• **ASSIGNMENT**: Every single record below is to be reproduced exactly.

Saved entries
◇ ◇ ◇ ◇

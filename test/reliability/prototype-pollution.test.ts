import { mkdtempSync, writeFileSync } from "node:fs";
import { tmpdir } from "node:os";
import { join } from "node:path";
import { Readable } from "node:stream";
import { afterEach, describe, expect, it } from "vitest";
import { streamBatch } from "../../adapters/batch/engine.js";
import { loadCatalogFile } from "../../adapters/catalog/file-catalog.js";
import { ruleSetFromText } from "../../adapters/rulesets/parse-rule-set.js";
import { demoContext, testApp } from "../helpers/app.js";
import { exampleInputs } from "./request-fuzz.js";

/**
 * No key of an input reaches a prototype, through any entry point: each is sent `__proto__`,
 * `constructor` and `prototype` keys (at the top and nested), must refuse them, and afterwards no
 * object of the process has gained a property.
 */
const HOSTILE = [
  '"__proto__":{"polluted":"yes"}',
  '"constructor":{"prototype":{"polluted":"yes"}}',
  '"prototype":{"polluted":"yes"}',
];
const op = JSON.stringify(exampleInputs().get("operatingPoint"));
/** The operating point's example with a hostile key added at the top and inside `load`. */
const hostileBodies = HOSTILE.flatMap((h) => [`${op.slice(0, -1)},${h}}`, op.replace('"load":{', `"load":{${h},`)]);

function expectClean(): void {
  for (const o of [{}, [], Object.create(Object.prototype), () => undefined] as unknown[])
    expect((o as { polluted?: unknown }).polluted).toBeUndefined();
  expect(Object.keys(Object.prototype)).toEqual([]);
  expect(Object.getOwnPropertyNames(Object.prototype)).not.toContain("polluted");
}

describe("no prototype pollution through any entry point", () => {
  const { app } = testApp();
  const post = (path: string, body: string) =>
    app.request(path, { method: "POST", headers: { "content-type": "application/json" }, body });
  afterEach(expectClean);

  it("/v1, /v1 bulk, /trpc (POST and GET) and the report route refuse every hostile key", async () => {
    for (const body of hostileBodies) {
      for (const res of [
        await post("/v1/operatingPoint", body),
        await post("/trpc/operatingPoint", body),
        await app.request(`/trpc/operatingPoint?input=${encodeURIComponent(body)}`),
      ]) {
        expect(res.status).toBe(400);
        expect(await res.text()).toMatch(/never a field/);
      }
      const bulk = (await (await post("/v1/operatingPoint/bulk", `[${body}]`)).json()) as { failed: number };
      expect(bulk.failed).toBe(1);
    }
    const review = JSON.stringify(exampleInputs().get("review"));
    const report = await post(
      "/v1/review/report?format=json",
      `${review.slice(0, -1)},"__proto__":{"polluted":"yes"}}`,
    );
    expect(report.status).toBe(400);
  });

  it("rules.evaluate: hostile keys in metrics, part and an inline rule set", async () => {
    const ev = exampleInputs().get("rules.evaluate") as Record<string, unknown>;
    const text = JSON.stringify(ev);
    for (const h of HOSTILE) {
      for (const body of [text.replace('"metrics":{', `"metrics":{${h},`), text.replace('"part":{', `"part":{${h},`)]) {
        expect((await post("/v1/rules.evaluate", body)).status).toBe(400);
      }
    }
  });

  it("batch: JSON Lines lines and CSV columns", async () => {
    const lines = hostileBodies.map((b, i) => `{"id":${i},"procedure":"operatingPoint","input":${b}}`);
    lines.push(`{"id":"top","procedure":"operatingPoint","input":${op},"__proto__":{"polluted":"yes"}}`);
    const csv = [
      "id,procedure,__proto__.polluted,constructor.prototype.polluted,load.prototype.polluted",
      "1,operatingPoint,yes,,",
      "2,operatingPoint,,yes,",
      "3,operatingPoint,,,yes",
    ].join("\n");
    // with reports too: a line of a report procedure is read again to set its flag
    const reports = { flags: { operatingPoint: "curves" }, onRow: () => undefined };
    for (const [inFormat, text, extra] of [
      ["jsonl", lines.join("\n"), {}],
      ["csv", csv, {}],
      ["jsonl", lines.join("\n"), { reports }],
    ] as const) {
      const parts: string[] = [];
      const counts = await streamBatch({
        input: Readable.from([Buffer.from(text)]),
        inFormat,
        outFormat: "jsonl",
        write: async (c) => void parts.push(Buffer.from(c).toString("utf8")),
        ctx: demoContext(),
        ...extra,
      });
      expect(counts.ok).toBe(0);
      expect(counts.failed).toBe(inFormat === "jsonl" ? lines.length : 3);
      expect(parts.join("")).toMatch(/never a field/);
    }
  });

  it("rule-set files (JSON and YAML) and the parts catalog file", () => {
    const set = {
      id: "s",
      version: "1",
      description: "d",
      rules: [
        {
          id: "r",
          title: "t",
          appliesTo: "all",
          expression: "tjWorstC <= 150",
          severity: "fail",
          source: "memory",
          rationale: "r",
        },
      ],
    };
    const json = JSON.stringify(set);
    for (const h of HOSTILE) {
      for (const text of [`${json.slice(0, -1)},${h}}`, json.replace('"rules":[{', `"rules":[{${h},`)]) {
        const r = ruleSetFromText(text, "s.json");
        expect(r.ok).toBe(false);
      }
    }
    const yaml =
      "id: s\nversion: '1'\ndescription: d\n__proto__:\n  polluted: yes\nrules:\n  - id: r\n    title: t\n    appliesTo: all\n    expression: tjWorstC <= 150\n    severity: fail\n    source: memory\n    rationale: r\n";
    expect(ruleSetFromText(yaml, "s.yaml").ok).toBe(false);
    const dir = mkdtempSync(join(tmpdir(), "backstop-pollution-"));
    const file = join(dir, "catalog.json");
    writeFileSync(file, '{"catalog":"c","parts":[],"__proto__":{"polluted":"yes"}}');
    expect(() => loadCatalogFile(file)).toThrow(/never a field/);
  });
});
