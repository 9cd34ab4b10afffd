/**
 * mathjs's single-file build (the same package and version as "mathjs"). Loading it takes one file
 * instead of the ~900 modules of the ESM entry, whose import also builds every function eagerly:
 * ~0.15 s instead of ~1.5 s of start-up on a loaded 2-core machine (bench/results.json, start-up).
 */
declare module "mathjs/lib/browser/math.js" {
  /** the default instance; its `create` is bound to the full factory set (a fresh instance) */
  const mathjs: Omit<typeof import("mathjs"), "create"> & { create(config?: import("mathjs").ConfigOptions): import("mathjs").MathJsInstance };
  export default mathjs;
}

◇ ◇ ◇ ◇

• **WRITTEN ANSWER**:
filename test/reliability/prototype-pollution.test.ts
import { mkdtempSync, writeFileSync } from "node:fs";
import { tmpdir } from "node:os";
import { join } from "node:path";
import { Readable } from "node:stream";
import { afterEach, describe, expect, it } from "vitest";
import { streamBatch } from "../../adapters/batch/engine.js";
import { loadCatalogFile } from "../../adapters/catalog/file-catalog.js";
import { ruleSetFromText } from "../../adapters/rulesets/parse-rule-set.js";
import { demoContext, testApp } from "../helpers/app.js";
import { exampleInputs } from "./request-fuzz.js";

/**
 * No key of an input reaches a prototype, through any entry point: each is sent `__proto__`,
 * `constructor` and `prototype` keys (at the top and nested), must refuse them, and afterwards no
 * object of the process has gained a property.
 */
const HOSTILE = [
  '"__proto__":{"polluted":"yes"}',
  '"constructor":{"prototype":{"polluted":"yes"}}',
  '"prototype":{"polluted":"yes"}',
];
const op = JSON.stringify(exampleInputs().get("operatingPoint"));
/** The operating point's example with a hostile key added at the top and inside `load`. */
const hostileBodies = HOSTILE.flatMap((h) => [`${op.slice(0, -1)},${h}}`, op.replace('"load":{', `"load":{${h},`)]);

function expectClean(): void {
  for (const o of [{}, [], Object.create(Object.prototype), () => undefined] as unknown[])
    expect((o as { polluted?: unknown }).polluted).toBeUndefined();
  expect(Object.keys(Object.prototype)).toEqual([]);
  expect(Object.getOwnPropertyNames(Object.prototype)).not.toContain("polluted");
}

describe("no prototype pollution through any entry point", () => {
  const { app } = testApp();
  const post = (path: string, body: string) =>
    app.request(path, { method: "POST", headers: { "content-type": "application/json" }, body });
  afterEach(expectClean);

  it("/v1, /v1 bulk, /trpc (POST and GET) and the report route refuse every hostile key", async () => {
    for (const body of hostileBodies) {
      for (const res of [
        await post("/v1/operatingPoint", body),
        await post("/trpc/operatingPoint", body),
        await app.request(`/trpc/operatingPoint?input=${encodeURIComponent(body)}`),
      ]) {
        expect(res.status).toBe(400);
        expect(await res.text()).toMatch(/never a field/);
      }
      const bulk = (await (await post("/v1/operatingPoint/bulk", `[${body}]`)).json()) as { failed: number };
      expect(bulk.failed).toBe(1);
    }
    const review = JSON.stringify(exampleInputs().get("review"));
    const report = await post(
      "/v1/review/report?format=json",
      `${review.slice(0, -1)},"__proto__":{"polluted":"yes"}}`,
    );
    expect(report.status).toBe(400);
  });

  it("rules.evaluate: hostile keys in metrics, part and an inline rule set", async () => {
    const ev = exampleInputs().get("rules.evaluate") as Record<string, unknown>;
    const text = JSON.stringify(ev);
    for (const h of HOSTILE) {
      for (const body of [text.replace('"metrics":{', `"metrics":{${h},`), text.replace('"part":{', `"part":{${h},`)]) {
        expect((await post("/v1/rules.evaluate", body)).status).toBe(400);
      }
    }
  });

  it("batch: JSON Lines lines and CSV columns", async () => {
    const lines = hostileBodies.map((b, i) => `{"id":${i},"procedure":"operatingPoint","input":${b}}`);
    lines.push(`{"id":"top","procedure":"operatingPoint","input":${op},"__proto__":{"polluted":"yes"}}`);
    const csv = [
      "id,procedure,__proto__.polluted,constructor.prototype.polluted,load.prototype.polluted",
      "1,operatingPoint,yes,,",
      "2,operatingPoint,,yes,",
      "3,operatingPoint,,,yes",
    ].join("\n");
    // with reports too: a line of a report procedure is read again to set its flag
    const reports = { flags: { operatingPoint: "curves" }, onRow: () => undefined };
    for (const [inFormat, text, extra] of [
      ["jsonl", lines.join("\n"), {}],
      ["csv", csv, {}],
      ["jsonl", lines.join("\n"), { reports }],
    ] as const) {
      const parts: string[] = [];
      const counts = await streamBatch({
        input: Readable.from([Buffer.from(text)]),
        inFormat,
        outFormat: "jsonl",
        write: async (c) => void parts.push(Buffer.from(c).toString("utf8")),
        ctx: demoContext(),
        ...extra,
      });
      expect(counts.ok).toBe(0);
      expect(counts.failed).toBe(inFormat === "jsonl" ? lines.length : 3);
      expect(parts.join("")).toMatch(/never a field/);
    }
  });

  it("rule-set files (JSON and YAML) and the parts catalog file", () => {
    const set = {
      id: "s",
      version: "1",
      description: "d",
      rules: [
        {
          id: "r",
          title: "t",
          appliesTo: "all",
          expression: "tjWorstC <= 150",
          severity: "fail",
          source: "memory",
          rationale: "r",
        },
      ],
    };
    const json = JSON.stringify(set);
    for (const h of HOSTILE) {
      for (const text of [`${json.slice(0, -1)},${h}}`, json.replace('"rules":[{', `"rules":[{${h},`)]) {
        const r = ruleSetFromText(text, "s.json");
        expect(r.ok).toBe(false);
      }
    }
    const yaml =
      "id: s\nversion: '1'\ndescription: d\n__proto__:\n  polluted: yes\nrules:\n  - id: r\n    title: t\n    appliesTo: all\n    expression: tjWorstC <= 150\n    severity: fail\n    source: memory\n    rationale: r\n";
    expect(ruleSetFromText(yaml, "s.yaml").ok).toBe(false);
    const dir = mkdtempSync(join(tmpdir(), "backstop-pollution-"));
    const file = join(dir, "catalog.json");
    writeFileSync(file, '{"catalog":"c","parts":[],"__proto__":{"polluted":"yes"}}');
    expect(() => loadCatalogFile(file)).toThrow(/never a field/);
  });
});
repository 9cd34ab4b10afffd
/**
 * mathjs's single-file build (the same package and version as "mathjs"). Loading it takes one file
 * instead of the ~900 modules of the ESM entry, whose import also builds every function eagerly:
 * ~0.15 s instead of ~1.5 s of start-up on a loaded 2-core machine (bench/results.json, start-up).
 */
declare module "mathjs/lib/browser/math.js" {
  /** the default instance; its `create` is bound to the full factory set (a fresh instance) */
  const mathjs: Omit<typeof import("mathjs"), "create"> & { create(config?: import("mathjs").ConfigOptions): import("mathjs").MathJsInstance };
  export default mathjs;
}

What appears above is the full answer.